"Das bestimmende Gefühl war Chaos" ABBA feiern 40 Jahre ESC-Gewinn

Ein "Waterloo" wurde der Abend für ABBA wirklich nicht: Vor genau 40 Jahren gewann die schwedische Band in Brighton den "Grand Prix d'Eurovision". Das Jubliäum wird groß gefeiert. Mit neuen Veröffentlichungen, jeder Menge Parties - aber auch gemischten Erinnerungen an das "Chaos" rund um den Triumph.

 

Auf den Tag genau vor 40 Jahren wurde Musikgeschichte geschrieben: ABBA gewannen mit dem Song "Waterloo" in Brighton den Eurovision Song Contest - der damals noch "Grand Prix d'Eurovision" hieß. Neue Superstars waren geboren. Auch wenn Bandmitglied Björn Ulvaeus (68) in der Rückschau einige Nachteile des Überraschungssieges erkennt, wie er der Zeitung "Göteborgs Posten" verriet: Das Jubiläum wird nicht nur in Schweden und Großbritannien im großen Stile gefeiert.

Ein Highlight zum Jahrestag des Gewinns findet in Stockholm statt: Dort singt im erst ein Jahr alten "ABBA-Museum" erstmals ein frisch gegründeter ABBA-Chor - gebildet aus Fans der Band. Im Brighton Dome, der Stätte des ESC-Triumphes, gibt es ein "ABBAversary", im Londoner Tate Museum eine Gala. Auch eine neue CD-Box namens "Gold - 40th Anniversary Edition" samt Raritäten und B-Seiten sowie ein neuer Bildband kommen auf den Markt. Für die deutschen Fans hat TV-Promi Thomas Hermanns "40 Fakten zu ABBA" eingesprochen; zu sehen ist das Video auf Youtube.

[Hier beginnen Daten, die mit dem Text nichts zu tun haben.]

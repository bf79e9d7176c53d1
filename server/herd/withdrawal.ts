import { addDays, type Day } from '#shared/domain/day.ts';

export type Dose = { givenOn: Day; withdrawalDays: number };

/**
 * First day on which no withdrawal period is running, or null when no medicine is recorded. The book holds no hour, so
 * the day on which a period ends still counts as inside it.
 */
export function withdrawalClearDay(doses: readonly Dose[]): Day | null {
  const days = doses.map((dose) =>
    dose.withdrawalDays === 0 ? dose.givenOn : addDays(dose.givenOn, dose.withdrawalDays + 1),
  );
  return days.reduce<Day | null>((latest, day) => (latest === null || day > latest ? day : latest), null);
}
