import { useLoaderData } from 'expo-router';
import { View } from 'react-native';
import { css } from '#components/theme/css.ts';
import { Heading } from '#components/ui/heading.tsx';
import { call } from '#hooks/api.ts';
import { getShopHome } from '#shared/contracts/shop.ts';

export async function loader() {
  return call(getShopHome, {});
}

export default function HomeScreen() {
  const home = useLoaderData<typeof loader>();
  return (
    <View role="main" style={css('w-page', 'w-main', 'w-stack')}>
      <Heading level={1}>{home.farm.name}</Heading>
    </View>
  );
}
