import { useLoaderData, useRouter } from 'expo-router';
import type { GenerateMetadataFunction } from 'expo-server';
import { useEffect } from 'react';
import { View } from 'react-native';
import { NoDayOpen } from '#components/basket/no-day-open.tsx';
import { CheckoutForm, type CheckoutFields } from '#components/checkout/checkout-form.tsx';
import { CheckoutTerms, TermsWords } from '#components/checkout/checkout-terms.tsx';
import { ListWaiting } from '#components/shop/list-waiting.tsx';
import { ShopPage } from '#components/shop/shop-page.tsx';
import { css } from '#components/theme/css.ts';
import { ButtonLink } from '#components/ui/button-link.tsx';
import { EmptyState } from '#components/ui/empty-state.tsx';
import { Notice } from '#components/ui/notice.tsx';
import { Skeleton } from '#components/ui/skeleton.tsx';
import { StateView } from '#components/ui/state-view.tsx';
import { TextLink } from '#components/ui/text-link.tsx';
import { TitleBar } from '#components/ui/title-bar.tsx';
import { useBasketOrder } from '#hooks/basket-lines.ts';
import { checkoutResolver, warmCheckoutRules } from '#hooks/checkout-resolver.ts';
import { loadCounter, useCounter } from '#hooks/counter.ts';
import { useMe } from '#hooks/me.ts';
import { useMyDetails } from '#hooks/my-account.ts';
import { refusalOf, usePlaceOrder } from '#hooks/orders.ts';
import { pageMetadata } from '#hooks/page-metadata.ts';
import { useCollections, type CutList } from '#hooks/shop.ts';
import { noteOrder, renewKey, useBasket, useIsBasketRead } from '#hooks/use-basket.ts';
import { usePageReturn } from '#hooks/use-page-return.ts';
import { useTitle } from '#hooks/use-title.ts';
import type { ShopHome } from '#shared/contracts/shop.ts';
import { formatMoney } from '#shared/domain/words.ts';
import { AppError } from '#shared/errors.ts';

const TITLE = 'Checkout · Skelderwick Farm';

export const generateMetadata: GenerateMetadataFunction = (request) =>
  pageMetadata(request, { title: TITLE, hidden: true });

export const loader = loadCounter;

export default function CheckoutScreen() {
  const counter = useCounter(useLoaderData<typeof loader>());
  const basket = useBasket();
  const isRead = useIsBasketRead();
  useTitle(TITLE);
  const waiting = <ListWaiting title="Checkout" rows={5} />;
  return (
    <ShopPage farm={counter.farm} narrow>
      {!isRead ? (
        waiting
      ) : basket.items.length === 0 ? (
        <EmptyState level={1} title="There is nothing to pay" words="Your basket is empty.">
          <ButtonLink href="/" label="See the boxes" />
        </EmptyState>
      ) : (
        <StateView query={counter} what="what is on the counter" waiting={waiting}>
          {(data) => <Checkout {...data} />}
        </StateView>
      )}
    </ShopPage>
  );
}

function Checkout({ home, cuts }: { home: ShopHome; cuts: CutList }) {
  const basket = useBasket();
  const router = useRouter();
  const { day, items, lines, totalPence, isRight } = useBasketOrder(basket, { home, cuts });
  const collections = useCollections(day?.id);
  const { data: me } = useMe();
  const { data: mine } = useMyDetails(Boolean(me?.user));
  const place = usePlaceOrder();
  usePageReturn(place.reset);
  useEffect(warmCheckoutRules, []);
  if (!day) return <NoDayOpen />;

  const send = (fields: CheckoutFields, basketKey = basket.key) => {
    if (place.isPending || place.isSuccess) return;
    place.mutate(
      { ...fields, basketKey, dayId: day.id, lines },
      {
        // The order that this basket once became is over (cancelled elsewhere): the same things under a new key.
        onError: (error) => {
          if (error instanceof AppError && error.code === 'BASKET_EXPIRED' && basketKey === basket.key) {
            send(fields, renewKey());
          }
        },
        onSuccess: ({ token, paymentUrl }) => {
          noteOrder(token);
          if (paymentUrl) window.location.assign(paymentUrl);
          else router.replace(`/orders/${token}`);
        },
      },
    );
  };
  return (
    <View style={css('w-stack-l')}>
      <View style={css('w-section')}>
        <TextLink href="/basket" place="alone" tone="ink" icon="back">
          Basket
        </TextLink>
        <TitleBar title="Checkout" />
        {isRight ? null : <NotRight />}
        {day ? (
          <CheckoutTerms day={day} lines={items.flatMap(({ line }) => (line ? [line] : []))} totalPence={totalPence} />
        ) : null}
      </View>
      <StateView query={collections} what="the places and times" waiting={<Skeleton shape="rows" count={4} />}>
        {({ points }) => (
          <CheckoutForm
            points={points}
            resolver={checkoutResolver}
            known={mine ? { name: mine.name, email: mine.email, phone: mine.phone } : {}}
            asksNews={!mine?.news.isGiven}
            terms={<TermsWords day={day} />}
            buttonLabel={`Go to payment · ${formatMoney(totalPence)}`}
            isSending={place.isPending || place.isSuccess}
            refusal={refusalOf(place.error)}
            onSubmit={(fields) => send(fields)}
          />
        )}
      </StateView>
    </View>
  );
}

function NotRight() {
  return (
    <Notice
      kind="held"
      title="Something in your basket is no longer there as you chose it."
      kept="Nothing was ordered; the basket is as you left it."
    >
      <ButtonLink kind="quiet" small href="/basket" label="Back to the basket" />
    </Notice>
  );
}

Bei so viel Trubel könnte glatt die Gefahr bestehen, dass der 40 Jahre zurückliegende Triumph als reiner Glücksfall glorifiziert wird - ein Risiko, dem Ulvaeus aber rechtzeitig entgegen wirkt. In dem Gespräch mit der Zeitung "Göteborgs Posten" bringt er gemischte Gefühle zum Ausdruck. "Das dominierende Gefühl war Chaos", erinnert er sich an den großen Tag. "Zuerst war es Nervosität, Nervosität, Nervosität - so sehr, dass alles andere in den Hintergrund trat. Dann hatten wir es geschafft und das Chaos begann." Bisweilen sei es "ein Klotz am Bein" gewesen, als "Eurovision-Gewinner abgestempelt zu sein", findet er.

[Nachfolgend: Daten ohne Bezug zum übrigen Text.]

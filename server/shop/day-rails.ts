import type { Rail } from '#shared/contracts/fields-schema.ts';
import { boxTakes } from '#shared/domain/box-takes.ts';
import { railOfPrimals } from '#shared/domain/rail-of-primals.ts';
import { railBasis, spokenFor, sumSides, type Counts, type RailBasis } from '#shared/domain/spoken-for.ts';
import { Specification } from '#shared/engine/figures/specification.ts';
import type { Db } from '#server/deps.ts';
import { getPlannedFigures, type ShopDayRow, type ShopOfferRow } from './shop-queries.ts';

type Names = Pick<Specification, 'quarters' | 'narrowPrimals'>;
type BoxRail = { boxes: number; rail: Rail };
type Figures = {
  basis: RailBasis;
  names: Names;
  /** The rail as it was last drawn, and for which counts: between two sales every visitor sees the same. */
  drawn: { counts: string; rail: DayRail } | null;
  boxRails: Map<string, BoxRail | null>;
};

/** The plan of an allocation never changes once it is kept, so what it means for the rail is worked out once. */
const known = new Map<string, Promise<Figures>>();
const MOST_KNOWN = 30;

function figuresOf(db: Db, ids: { allocationId: string; specificationId: string }): Promise<Figures> {
  const key = `${ids.allocationId} ${ids.specificationId}`;
  const found = known.get(key);
  if (found) return found;
  const figures = readFigures(db, ids);
  known.set(key, figures);
  // A failed read must be tried again by the next visitor.
  figures.catch(() => known.delete(key));
  const oldest = known.keys().next().value;
  if (known.size > MOST_KNOWN && oldest !== undefined) known.delete(oldest);
  return figures;
}

async function readFigures(db: Db, ids: { allocationId: string; specificationId: string }): Promise<Figures> {
  const { input, plan, specification } = await getPlannedFigures(db, ids);
  const { quarters, narrowPrimals } = Specification.parse(specification);
  return {
    basis: railBasis(input.input, plan.plan),
    names: { quarters, narrowPrimals },
    drawn: null,
    boxRails: new Map(),
  };
}

export type DayRail = { rail: Rail; productGrams: number; soldGrams: number };

const BARE: DayRail = { rail: { primals: [], narrowPrimals: [] }, productGrams: 0, soldGrams: 0 };

/** How much of a day is spoken for, by primal. A day without an allocation has nothing hanging yet. */
export async function railOfDay(db: Db, day: ShopDayRow, offers: readonly ShopOfferRow[]): Promise<DayRail> {
  const { allocationId, specificationId } = day;
  if (!allocationId) return BARE;
  const figures = await figuresOf(db, { allocationId, specificationId });
  const counts = countsOf(offers.filter((each) => each.dayId === day.id));
  const key = JSON.stringify(counts);
  if (figures.drawn?.counts === key) return figures.drawn.rail;
  const rail = drawDay(figures, counts);
  figures.drawn = { counts: key, rail };
  return rail;
}

function drawDay({ basis, names }: Figures, counts: Counts): DayRail {
  const rail = railOfPrimals(names, sumSides(spokenFor(basis, counts)));
  const sum = (key: 'grams' | 'soldGrams') => rail.primals.reduce((total, primal) => total + primal[key], 0);
  return { rail, productGrams: sum('grams'), soldGrams: sum('soldGrams') };
}

function countsOf(offers: readonly ShopOfferRow[]): Counts {
  return {
    boxes: offers.flatMap(({ boxKindId, sold, held }) => (boxKindId ? [{ kindId: boxKindId, sold, held }] : [])),
    loose: offers.flatMap(({ cutId, sold, held }) => (cutId ? [{ cutId, sold, held }] : [])),
  };
}

/** What a box takes of one side, by the first day whose plan makes it. */
export async function railOfBox(db: Db, days: readonly ShopDayRow[], boxKindId: string): Promise<BoxRail> {
  for (const { allocationId, specificationId } of days) {
    if (!allocationId) continue;
    const figures = await figuresOf(db, { allocationId, specificationId });
    const known = figures.boxRails.get(boxKindId);
    const rail = known === undefined ? drawBox(figures, boxKindId) : known;
    figures.boxRails.set(boxKindId, rail);
    if (rail) return rail;
  }
  return { boxes: 0, rail: BARE.rail };
}

function drawBox({ basis, names }: Figures, boxKindId: string): BoxRail | null {
  const takes = boxTakes(basis, boxKindId);
  return takes && { boxes: takes.boxes, rail: railOfPrimals(names, takes.fills) };
}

Auch ein weiterer Schatten hängt über dem großen Jubiläum: Denn eine Zusammenkunft der vier Mitglieder der legendären Band wird es nicht geben. Wie die dänische Zeitung "Billed Bladet" herausgefunden hat, hatte zunächst allein Ulvaeus' Kollege Benny Andersson (67) vor, sich in der Öffentlichkeit zu zeigen: Er werde im ABBA-Museum einige Melodien auf seinem dort ausgestellten Klavier spielen, heißt es. Die anderen drei ABBA-Stars werden sich allem Anschein nach nicht dort einfinden.